Simren Perwaiz, une jeune catholique de 18 ans de l’archidiocèse de Lahore, fait partie des premières sélectionnées lors des auditions du 22 juillet.

Le 22 juillet, près d’une centaine de jeunes chrétiens de l’archidiocèse de Lahore ont passé une audition au studio d’enregistrement du centre catéchétique de Dar ul-Kalam (Maison de la Parole), afin de participer à un concours de chant organisé par la chaîne de télévision catholique pakistanaise, Catholic TV. Parmi les participants, Simren Perwaiz, une jeune catholique de 18 ans qui apprend la guitare et le chant dans un conservatoire local. « J’étais profondément déprimée après la mort de mon père l’an dernier, mais la musique m’a guérie », explique-t-elle. « Même ma petite sœur, qui est infirmière, met ses chansons sur Youtube. Ma mère, qui travaille pour l’Armée du Salut, nous encourage à explorer nos talents. » Simren Perwaiz, la première à avoir été sélectionnée lors des auditions du 22 juillet, va désormais participer aux phases éliminatoires qui dureront jusqu’à Noël avec une diffusion spéciale. Le premier prix comprend 50 000 roupies (725 dollars). Le concours, appelé Rising Stars, a été lancé en 2010, devenant le premier talent show pakistanais pour les jeunes chrétiens âgés de 15 à 20 ans. La saison 2019 est lancée ce mois-ci sur Catholic TV, une chaîne disponible dans trois diocèses du pays : Lahore, Hyderabad et Faisalabad. La chaîne compte près d’un demi-million de téléspectateurs rien que dans la capitale du Pendjab, Lahore. La chaîne catholique diffuse ses programmes en continu et sur tous les sujets : homélies du dimanche, catéchisme, rencontre avec des personnalités chrétiennes, orientation professionnelle, questionnaires bibliques… Les programmes de musique gospel font également partie des diffusions phare de la chaîne depuis son lancement. Les Églises catholique et protestante gèrent actuellement 18 chaînes dans le pays. Le père Morris Jalal, qui a fondé Catholic TV Pakistan en 2009, a rejoint le comité de juges du concours durant les dernières éditions. « La première saison a lancé un concours de chants chrétiens similaire à American Idol. D’autres chaînes chrétiennes ont imité le même format. Cela nous a permis de lancer une nouvelle plateforme pour mettre en avant les talents des jeunes appartenant aux minorités religieuses », confie le prêtre capucin de 62 ans.
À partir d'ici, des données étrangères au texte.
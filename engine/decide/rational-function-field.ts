import { unlimited } from '../arith/budget';
import { factoredFunctions } from '../field/factored-function';
import { checkConcreteConditions } from './concrete-conditions';
import type { DecidableField } from './decidable-field';
import { rationalFunctionDecision } from './rational-function-findings';
import { rationalFunctionNormalForm } from './rational-function-normal-form';
import { rationalFunctionResidues } from './rational-function-residues';
import { rationalConstants, rationalFunctionStatement } from './rational-function-statement';

/**
 * ℚ(letter): complete but for residues that land in K_2 of a number field, in degree 3, at places of degree ≥ 2; these are settled as
 * far as `zeroTest` goes.
 */
export function rationalFunctionField(letter: string): DecidableField {
  const { name, tex } = rationalConstants(letter, unlimited).functions;
  return {
    name,
    tex,
    decide(left, right, conditions, budget) {
      checkConcreteConditions(factoredFunctions(rationalConstants(letter, budget).functions), conditions, budget);
      const statement = rationalFunctionStatement(letter, [left, right], budget);
      return { ...rationalFunctionDecision(statement, budget), theorem: THEOREM };
    },
    normalForm(expression, conditions, budget) {
      checkConcreteConditions(factoredFunctions(rationalConstants(letter, budget).functions), conditions, budget);
      return rationalFunctionNormalForm(rationalFunctionStatement(letter, [expression], budget), budget);
    },
    derivation: () => undefined,
    sideConditions: () => [],
    residues: (expression, places, uniformizer, budget) =>
      rationalFunctionResidues(rationalFunctionStatement(letter, [expression], budget), places, uniformizer, budget),
  };
}

const THEOREM =
  'Over Q(t) the specialisation at infinity and the residues at all monic irreducible polynomials see every class ' +
  '(J. Milnor, Algebraic K-theory and quadratic forms, Invent. Math. 9, 1970, Theorem 2.3; F. Morel, A¹-Algebraic Topology over a Field, ' +
  'LNM 2052, Theorem 3.24, number from memory). Values over Q are compared by rank, signature and residues at primes (Tate, in J. Milnor, ' +
  'Introduction to Algebraic K-Theory, §11), values over number fields by units, signatures and Hasse–Minkowski (T. Y. Lam, Introduction ' +
  'to Quadratic Forms over Fields, VI.3, number from memory).';
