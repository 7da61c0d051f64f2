import type { Budget } from '../arith/budget';
import type { Element } from '../expression/element';
import type { Expression } from '../expression/expression';
import type { Condition } from '../expression/statement';
import type { DerivationStep } from '../derive/rule';
import type { AskedPlace } from './asked-place';
import type { Finding } from './finding';
import type { Counterexample, NormalizedDegree, ResiduesOutcome, SteinbergRelation, Tried, Verdict } from './outcome';

/** What was compared, map by map, and why that is complete: theorem and source. */
export interface Decision {
  readonly findings: readonly Finding[];
  readonly theorem: string;
  /** What the maps compared leave open, absent when they see everything. */
  readonly open?: readonly Open[];
  /** Where maps alone do not decide: what searches for a proof and for a counterexample came to. */
  readonly search?: Search;
}

/** A degree in which the maps compared do not see everything; the findings there are true for what they are. */
export interface Open {
  readonly degree: number;
  /** Whether the verdict is open where no finding differs; otherwise only what is true modulo η or modulo h is. */
  readonly verdict: boolean;
  readonly modEta: boolean;
  readonly modH: boolean;
  /** The group that is not seen in full, as it is named in a sentence. */
  readonly missing: string;
}

/** The outcome of searches; it says for every degree what is known, and findings are then only what there is to show. */
export interface Search {
  readonly verdicts: ReadonlyMap<number, Verdict>;
  readonly modEta: boolean | undefined;
  readonly modH: boolean | undefined;
  readonly counterexample?: Counterexample;
  readonly relations?: readonly SteinbergRelation[];
  readonly tried: Tried;
}

/** What a field offers to whoever decides over it: generic code asks only this. */
export interface DecidableField {
  /** The name as it is typed. */
  readonly name: string;
  readonly tex: string;
  decide(left: Expression, right: Expression, conditions: readonly Condition[], budget: Budget): Decision;
  /** The canonical form by degree, highest first; parts that are zero are left out. */
  normalForm(expression: Expression, conditions: readonly Condition[], budget: Budget): readonly NormalizedDegree[];
  /** The derivation of the canonical form `form` of an expression; `undefined` where it would be too long to read. */
  derivation(
    expression: Expression,
    form: Expression,
    conditions: readonly Condition[],
    budget: Budget,
  ): readonly DerivationStep[] | undefined;
  /** Side conditions under which the entries make sense; none over a field whose elements are known. */
  sideConditions(
    expressions: readonly Expression[],
    conditions: readonly Condition[],
    budget: Budget,
  ): readonly Condition[];
  /** Residues; absent for a field that has no discrete valuation the engine knows. */
  readonly residues?: (
    expression: Expression,
    places: readonly AskedPlace[] | undefined,
    uniformizer: Element | undefined,
    budget: Budget,
  ) => ResiduesOutcome;
}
Islamisation et concurrence indienne

Le père Jalal explique que la production du concours n’a pas été sans difficultés. « Assurer tous les préparatifs en coulisses, contacter les bonnes personnes et rassembler les jeunes, tout cela a retardé la saison 2019 », confie-t-il. « Les revenus générés sont un autre défi, parce qu’aucune des chaînes chrétiennes du pays ne peut diffuser de publicité en raison de leur nature non commerciale. La première étape a été de développer la chaîne elle-même, parce que nous dépendons des dons des Églises locales. » Une décennie de talibanisation et d’extrémisme a également affecté l’industrie musicale et cinématographique du pays. Ainsi, de nombreuses célébrités, y compris des chanteurs et des joueurs de cricket, se sont transformées en prêcheurs religieux. La campagne des Talibans contre la musique et la culture a été particulièrement sévère dans le nord-ouest du Pakistan et dans les régions indigènes, où les militants ont attaqué des magasins de musique et des cinémas, menacé des musiciens et brûlé des CD et des cassettes audio. Les concerts en public ont également diminué avec la détérioration de la situation politique du pays. L’ancien chef militaire Zia-ul-Haq a lancé un programme d’islamisation dans les années 1980, en interdisant la musique pop, la danse et les divertissements considérés comme obscènes, y compris à la télévision, à la radio et dans les journaux. La Commission nationale pour la Justice et la Paix (NCJP), une organisation catholique pakistanaise de défense des droits de l’homme, explique qu’un célèbre chanteur chrétien, Arthur Nayyar, a été cambriolé et attaqué en 2006 ; ses attaquants lui ont demandé de réciter le Salama-Tayyaba, la profession de foi islamique.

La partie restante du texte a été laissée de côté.